Before I go, I have something to say

From Fritos To Perfection

Blame it on the Chili Cheese Fritos. On our way from Dubuque to Ann Arbor for yet another visit to the Michigan Extreme Headache Institute, we’d pulled over at a rest stop to, you know, rest. It was two in the afternoon Iowa time, three in Michigan, and I was hungry, so I flattened out a dollar bill and slid it into the vending machine. I’d had my eye on those Fritos at gas stations since the outskirts of Davenport, and my resistance had finally crumbled.

As so often happens, the machine malfunctioned. But instead of getting NO Fritos, we got TWO. Yippee! One for me, one for my husband. We wolfed them down as we proceeded on our endless way east.

We got there just in time to make our 6:00 reservation at Café Habana, a Cuban restaurant teeming with students from the University of Michigan celebrating not only the first warm day all winter but also, to our dismay, St. Patrick’s Day. To say the place was noisy with revelers in green t-shirts would be an understatement. All I wanted was to eat something good and get out of there.

I know I write a lot about food, and cooking, and cookbooks, but one thing I don’t think I’ve mentioned is that unlike Julia Child, say, or Paul Prudhomme, I can’t eat much at one time. Give me a poached egg and I’m full. Give me half a sandwich and a small salad and that’s lunch. “Eats like a bird,” my college boyfriend’s mother remarked, sounding exactly like the parents in “Goodbye Columbus,” which should have warned me against dating him, but, of course, did not.

Once I was having some kind of ultrasound of my esophagus, and my stomach happened to show up on the screen. The doctor in the room commented, “Hmm, you’ve got a long, thin stomach.” Alarmed, I asked, “Is that normal?” Concerned at my alarm, he reassured me it was nothing to worry about. But it’s made me wonder – is that why I can’t eat more than half a pork chop at a sitting? Sometimes I feel like one of those people who’ve had a gastric bypass and really cannot swallow more than a few tablespoons of food at a time without becoming extremely uncomfortable.

What I’ve learned, as a way of coping with this handicap (trust me, it’s no fun) , is to order my entrée off the appetizer menu. That way, I’ve got room for dessert, my favorite part of the meal. Appetizers are like the “small plates” at tapas bars, interesting little compositions of food shrunk down to midget size. I also love buffets, where I can take just one bite of several tasty things. It may seem like a waste of money, but it is literally all I can eat.

So when we sat down to order at that Cuban café, I studied the menu meticulously, finally settling on their Chilaquiles con Polla. Described as fresh corn tortillas simmered in a spicy ancho chile sauce with roasted chicken, white beans, lime crema and fresh avocado, this appetizer sounded like a tasty combination of tastes and textures, and at nine dollars, small enough to allow room for a piece of heavenly tres leches cake.

But no.

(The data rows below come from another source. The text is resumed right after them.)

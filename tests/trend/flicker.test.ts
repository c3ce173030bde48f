/**
 * Flicker beside the trend: Pst per 10 minutes per voltage channel with IEC 61000-4-30 flags (an interval
 * that a dip overlaps is flagged; from memory). Expected Pst: IEC 61000-4-15 Ed.2 Table 2, 7 changes/min
 * at ΔV/V = 1.459 % gives Pst = 1.00, class F1 ± 5 % (from memory).
 */
import { describe, expect, it } from 'vitest';
import { createTrendAnalyser } from '../../lib/trend/index.js';
import { forEachChunk } from '../helpers/flicker-signals.js';

const FS = 1600;
const V1 = [{ name: 'L1', quantity: 'voltage' as const, unit: 'V' }];

describe('createTrendAnalyser: flicker', () => {
	it('20 minutes of 7 changes/min at 1.459 %: two Pst of 1.00 ± 5 %, the second flagged by a 100 ms dip to 70 % at 900 s', () => {
		const a = createTrendAnalyser({ sampleRateHz: FS, channels: V1, declaredV: 230, nominalHz: 50, thd: false });
		let n = 0;
		forEachChunk(
			{
				sampleRateHz: FS,
				mainsHz: 50,
				rmsV: 230,
				durationS: 1201,
				modulation: { shape: 'rectangular', changesPerMinute: 7, deltaVOverV: 0.01459 },
				chunk: 50_000,
			},
			(c) => {
				for (let i = 0; i < c.length; i++) {
					const t = (n + i) / FS;
					if (t >= 900 && t < 900.1) c[i] *= 0.7;
				}
				n += c.length;
				a.push([c]);
			},
		);
		const r = a.finish();
		expect(r.events.some((e) => e.kind === 'dip')).toBe(true);
		const f = r.flicker!;
		expect(f.channels).toEqual(['L1']);
		expect(f.pst).toHaveLength(2);
		expect(Math.abs(f.pst[0].values[0] - 1)).toBeLessThan(0.05);
		expect(f.pst[0].flagged).toBe(false);
		expect(f.pst[1].flagged).toBe(true);
		expect(f.pst[1].startS).toBe(600);
		expect(f.plt).toEqual([]);
	});

	it('nominal frequency inferred from the first cycles: flicker still measured (chunks wait until it is known)', () => {
		const a = createTrendAnalyser({ sampleRateHz: FS, channels: V1, declaredV: 230, thd: false });
		forEachChunk(
			{
				sampleRateHz: FS,
				mainsHz: 50,
				rmsV: 230,
				durationS: 30,
				modulation: { shape: 'sine', frequencyHz: 8.8, deltaVOverV: 0.0025 },
				chunk: 1000,
			},
			(c) => a.push([c]),
		);
		const f = a.finish().flicker!;
		// the 8.8 Hz, 0.25 % reference gives a maximum Pinst of 1.00 (Ed.2 Table 1, from memory)
		expect(Math.abs(f.pinstMax[0] - 1)).toBeLessThan(0.05);
	});

	it('below 1600 S/s flicker is not measured and a diagnostic says why', () => {
		const a = createTrendAnalyser({ sampleRateHz: 1000, channels: V1, declaredV: 230, nominalHz: 50, thd: false });
		a.push([new Float64Array(1000).map((_, i) => 325 * Math.sin((2 * Math.PI * 50 * i) / 1000))]);
		const r = a.finish();
		expect(r.flicker).toBeUndefined();
		expect(r.diagnostics.some((d) => d.code === 'flicker-not-measured')).toBe(true);
	});

	it('flicker: false leaves it out', () => {
		const a = createTrendAnalyser({
			sampleRateHz: FS,
			channels: V1,
			declaredV: 230,
			nominalHz: 50,
			thd: false,
			flicker: false,
		});
		a.push([new Float64Array(FS)]);
		expect(a.finish().flicker).toBeUndefined();
	});
});

describe('createTrendAnalyser: voltage changes (IEC 61000-3-3)', () => {
	it('a 230 V -> 222 V step at 3 s: one change with dc = 8/230 = 3.48 % of the declared voltage (arithmetic)', () => {
		const a = createTrendAnalyser({ sampleRateHz: FS, channels: V1, declaredV: 230, nominalHz: 50, thd: false });
		const x = new Float64Array(FS * 6).map(
			(_, i) => (i < 3 * FS ? 230 : 222) * Math.SQRT2 * Math.sin((2 * Math.PI * 50 * i) / FS),
		);
		for (let off = 0; off < x.length; off += 777) a.push([x.subarray(off, Math.min(x.length, off + 777))]);
		const ch = a.finish().flicker!.changes!;
		expect(ch[0].count).toBe(1);
		expect(ch[0].dcMaxPercent).toBeCloseTo((100 * 8) / 230, 2);
	});

	it('with the declared voltage inferred from the first second, the change is still found', () => {
		const a = createTrendAnalyser({ sampleRateHz: FS, channels: V1, nominalHz: 50, thd: false });
		const x = new Float64Array(FS * 6).map(
			(_, i) => (i < 3 * FS ? 230 : 222) * Math.SQRT2 * Math.sin((2 * Math.PI * 50 * i) / FS),
		);
		for (let off = 0; off < x.length; off += 500) a.push([x.subarray(off, Math.min(x.length, off + 500))]);
		const r = a.finish();
		expect(r.declaredV).toBe(230);
		expect(r.flicker!.changes![0].count).toBe(1);
	});
});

What arrived was a gargantuan platter of wet corn tortillas soaked in red sauce. True, it contained chicken and white beans, with lime crema and fresh avocado plopped on top. There was enough to feed six hungry children, or one ravenous truck driver. I felt full just looking at it. I could only wonder if anyone had ordered this dish twice. It might serve as a good hangover meal, but to me it was one soggy mess.

This is my other problem – I’m just not very good at imagining a dish from its description on a menu. I love reading cookbooks, but mainly those with full-color photos. Diana Henry’s wonderful cookbooks contain brilliant narratives of each recipe, but I might skip Roast Winter Squash Salad with Lentils and Goat Cheese were it not for the accompanying photo, which looks good enough to eat. And I don’t even like squash all that much!

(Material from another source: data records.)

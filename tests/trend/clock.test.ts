import { describe, expect, it } from 'vitest';
import { clockTimeOf, secondsPastTick } from '../../lib/trend/clock.js';
import { createTrendAnalyser } from '../../lib/trend/analyser.js';

describe('clockTimeOf', () => {
	it('clockTimeOf reads ISO 8601 with Z, with an offset, and without a zone (taken as written)', () => {
		// 2026-05-04T08:44:21Z = 1777884261 s since 1970 (Date.UTC, an independent computation).
		expect(clockTimeOf('2026-05-04T08:44:21.051Z')!.unixS).toBeCloseTo(Date.UTC(2026, 4, 4, 8, 44, 21, 51) / 1000, 6);
		expect(clockTimeOf('2026-05-04T10:44:21.051+02:00')!.unixS).toBeCloseTo(
			Date.UTC(2026, 4, 4, 8, 44, 21, 51) / 1000,
			6,
		);
		expect(clockTimeOf('2026-05-04T08:44:21.051')).toMatchObject({ zone: 'as written' });
		expect(clockTimeOf('2026-05-04T08:44:21.051')!.unixS).toBeCloseTo(Date.UTC(2026, 4, 4, 8, 44, 21, 51) / 1000, 6);
		expect(clockTimeOf('2026-13-04T08:44:21')).toBeUndefined();
		expect(clockTimeOf('yesterday')).toBeUndefined();
	});

	it('secondsPastTick puts 08:44:21.051 338.949 s before the 08:50:00 tick (hand computation)', () => {
		const t = clockTimeOf('2026-05-04T08:44:21.051Z')!.unixS;
		expect(600 - secondsPastTick(t, 600)).toBeCloseTo(338.949, 6);
		expect(10 - secondsPastTick(t, 10)).toBeCloseTo(8.949, 6);
	});
});

describe('createTrendAnalyser with clockStartS', () => {
	it('a recording starting at 08:44:21.051 gives its first full 10-min interval at 08:50:00 (IEC 61000-4-30:2015, 4.5.3)', () => {
		const fs = 3200;
		const start = clockTimeOf('2026-05-04T08:44:21.051Z')!.unixS;
		const a = createTrendAnalyser({
			sampleRateHz: fs,
			channels: [{ name: 'L1', quantity: 'voltage', unit: 'V' }],
			declaredV: 230,
			nominalHz: 50,
			thd: false,
			clockStartS: start,
			keep: { cycles10: false, cycles150: false },
		});
		const total = Math.round(1260 * fs); // 21 minutes: to 09:05:21.051
		const block = new Float64Array(65536);
		for (let off = 0; off < total; off += block.length) {
			const n = Math.min(block.length, total - off);
			for (let i = 0; i < n; i++) block[i] = 230 * Math.SQRT2 * Math.sin((2 * Math.PI * 50 * (off + i)) / fs);
			a.push([block.subarray(0, n)]);
		}
		const r = a.finish();
		expect(r.min10.map((x) => x.complete)).toEqual([false, true, false]);
		// The first full interval starts at the first whole cycle at or after the tick: within one cycle (20 ms).
		const full = r.min10[1];
		expect(full.startS).toBeGreaterThanOrEqual(338.949 - 1 / fs);
		expect(full.startS).toBeLessThan(338.949 + 0.02);
		expect(full.durationS).toBeCloseTo(600, 1);
		expect(full.rms[0]).toBeCloseTo(230, 3);
		// 10-s values: the first is partial, up to the 08:44:30 tick, 8.949 s after the start.
		expect(r.frequency[0].complete).toBe(false);
		expect(r.frequency[1].startS).toBeCloseTo(8.949, 3);
		expect(r.frequency[1].complete).toBe(true);
		expect(r.clockStartS).toBe(start);
		// Pst (IEC 61000-4-15) on the same ticks: one complete interval, 08:50-09:00; the partial ones give none.
		expect(r.flicker?.pst).toHaveLength(1);
		expect(r.flicker!.pst[0].startS).toBeCloseTo(338.949, 3);
		expect(r.flicker!.pst[0].values[0]).toBeLessThan(0.05); // an unmodulated sine: no flicker
	});
});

On our next night in Ann Arbor, we went to Amadeus, a Viennese restaurant graced by a classical guitarist rather than taken hostage by drunken college students. Wary of repeating the previous night’s mistake, I studied the menu as if I were about to buy a new car. My wish: I wanted to try something authentic. I wanted to love it. And I didn’t want to wind up too stuffed to enjoy dessert. (I already knew what that would be. Choosing dessert is never the problem.) I could have goulash in a cup, or a Russian potato pancake with sour cream and caviar, Roma artichoke salad, creamed herring, or Golabek, a cabbage roll topped with tomato sauce. They all sounded interesting and good. I decided on the Amadeus pancake, a single potato pancake topped with dill sauce and smoked salmon served over fresh greens.

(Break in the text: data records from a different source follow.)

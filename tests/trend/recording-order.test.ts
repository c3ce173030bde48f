/**
 * Which files make one recording and in what order (lib/trend/recording-order.ts), on made-up file lists
 * whose answer follows from their start times and lengths alone.
 */
import { describe, expect, it } from 'vitest';
import { orderRecordingParts, planRecording, type RecordingPartInfo } from '../../lib/trend/index.js';

const V = [
	{ name: 'L1', quantity: 'voltage' as const, unit: 'V' },
	{ name: 'L2', quantity: 'voltage' as const, unit: 'V' },
];
const T0 = Date.parse('2026-05-04T08:00:00Z') / 1000;

/** Hourly files: start k hours after T0, one hour long (exact, as a COMTRADE sample count gives it). */
const hour = (k: number, extra: Partial<RecordingPartInfo> = {}): RecordingPartInfo => ({
	source: `h${k}.cfg`,
	clockStartS: T0 + 3600 * k,
	sampleRateHz: 6400,
	channels: V,
	durationS: 3600,
	durationExact: true,
	...extra,
});

describe('orderRecordingParts', () => {
	it('by start time when every file states one', () => {
		const o = orderRecordingParts([hour(2), hour(0), hour(1)]);
		expect(o.placement).toBe('clock');
		expect(o.ordered.map((p) => p.source)).toEqual(['h0.cfg', 'h1.cfg', 'h2.cfg']);
		expect(o.refused).toEqual([]);
	});

	it('by name, numbers in numeric order (h2 before h10), when none does, and says so', () => {
		const o = orderRecordingParts([{ source: 'h10.wav' }, { source: 'h2.wav' }, { source: 'h1.wav' }]);
		expect(o.placement).toBe('sequence');
		expect(o.ordered.map((p) => p.source)).toEqual(['h1.wav', 'h2.wav', 'h10.wav']);
		expect(o.notes[0].severity).toBe('assumption');
		expect(o.notes[0].message).toContain('order of their names');
		expect(o.notes[0].message).toContain('h1.wav, h2.wav and h10.wav');
	});

	it('a file without a start time beside files with one is refused, named, and not placed', () => {
		const o = orderRecordingParts([hour(1), { source: 'extra.wav' }, hour(0)]);
		expect(o.placement).toBe('clock');
		expect(o.ordered.map((p) => p.source)).toEqual(['h0.cfg', 'h1.cfg']);
		expect(o.refused.map((r) => r.part.source)).toEqual(['extra.wav']);
		expect(o.refused[0].expected).toContain('starts at 2026-05-04 08:00:00)');
	});
});

describe('planRecording', () => {
	it('hourly files that follow one another are one recording, in start-time order, and it says what it assumed', () => {
		const plan = planRecording([hour(1), hour(0), hour(2)]);
		expect(plan.one).toBe(true);
		if (plan.one) {
			expect(plan.ordered.map((p) => p.source)).toEqual(['h0.cfg', 'h1.cfg', 'h2.cfg']);
			expect(plan.summary).toContain('3 files');
		}
	});

	it('a missing hour (a gap as long as a file) still gives one recording; a missing day of hourly files does not', () => {
		expect(planRecording([hour(0), hour(2)]).one).toBe(true);
		const day = planRecording([hour(0), hour(25)]);
		expect(day.one).toBe(false);
		if (!day.one) expect(day.reason).toContain('gap longer than the files');
	});

	it('relay records of 1 s each, hours apart, are separate recordings', () => {
		const rec = (k: number) => hour(3 * k, { source: `fault${k}.cfg`, durationS: 1 });
		expect(planRecording([rec(0), rec(1), rec(2)]).one).toBe(false);
	});

	it('two boards recorded at the same time (same channel names) overlap: not one recording', () => {
		const plan = planRecording([hour(0, { source: 'board-a.csv' }), hour(0, { source: 'board-b.csv' })]);
		expect(plan.one).toBe(false);
		if (!plan.one) expect(plan.reason).toContain('overlap');
	});

	it('a length estimated from the file size (CSV) may be off by 5 %: a file starting 2 min "early" still follows', () => {
		const est = (k: number, d: number) => hour(k, { source: `h${k}.csv`, durationS: d, durationExact: false });
		expect(planRecording([est(0, 3720), est(1, 3600)]).one).toBe(true);
		expect(planRecording([est(0, 4000), est(1, 3600)]).one).toBe(false);
	});

	it('another sample rate, other channels, or a file without a start time: not one recording, with the reason', () => {
		const rate = planRecording([hour(0), hour(1, { sampleRateHz: 12800 })]);
		const chans = planRecording([hour(0), hour(1, { channels: V.slice(0, 1) })]);
		const unstated = planRecording([hour(0), { ...hour(1), clockStartS: undefined }]);
		expect([rate.one, chans.one, unstated.one]).toEqual([false, false, false]);
		if (!rate.one) expect(rate.reason).toContain('sample rate');
		if (!chans.one) expect(chans.reason).toContain('channels');
		if (!unstated.one) expect(unstated.reason).toContain('no start time');
	});
});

It was small. It was fun. It was delicious. It was perfect. And even though the freshly baked rolls that arrived with my husband’s Bitki with Kopytka demanded, “Eat me!” I still had plenty of room for a slice of their delectable Sacher Torte, which I had not, somehow, ever tried before, not even on our honeymoon in Austria.

True, as we passed the Schakolad Chocolate Factory next door, I had absolutely no interest in even browsing inside, a state of affairs that normally indicates I’m near death. But there is a big difference between sick and being sated. Satisfied. Well fed, and fed well.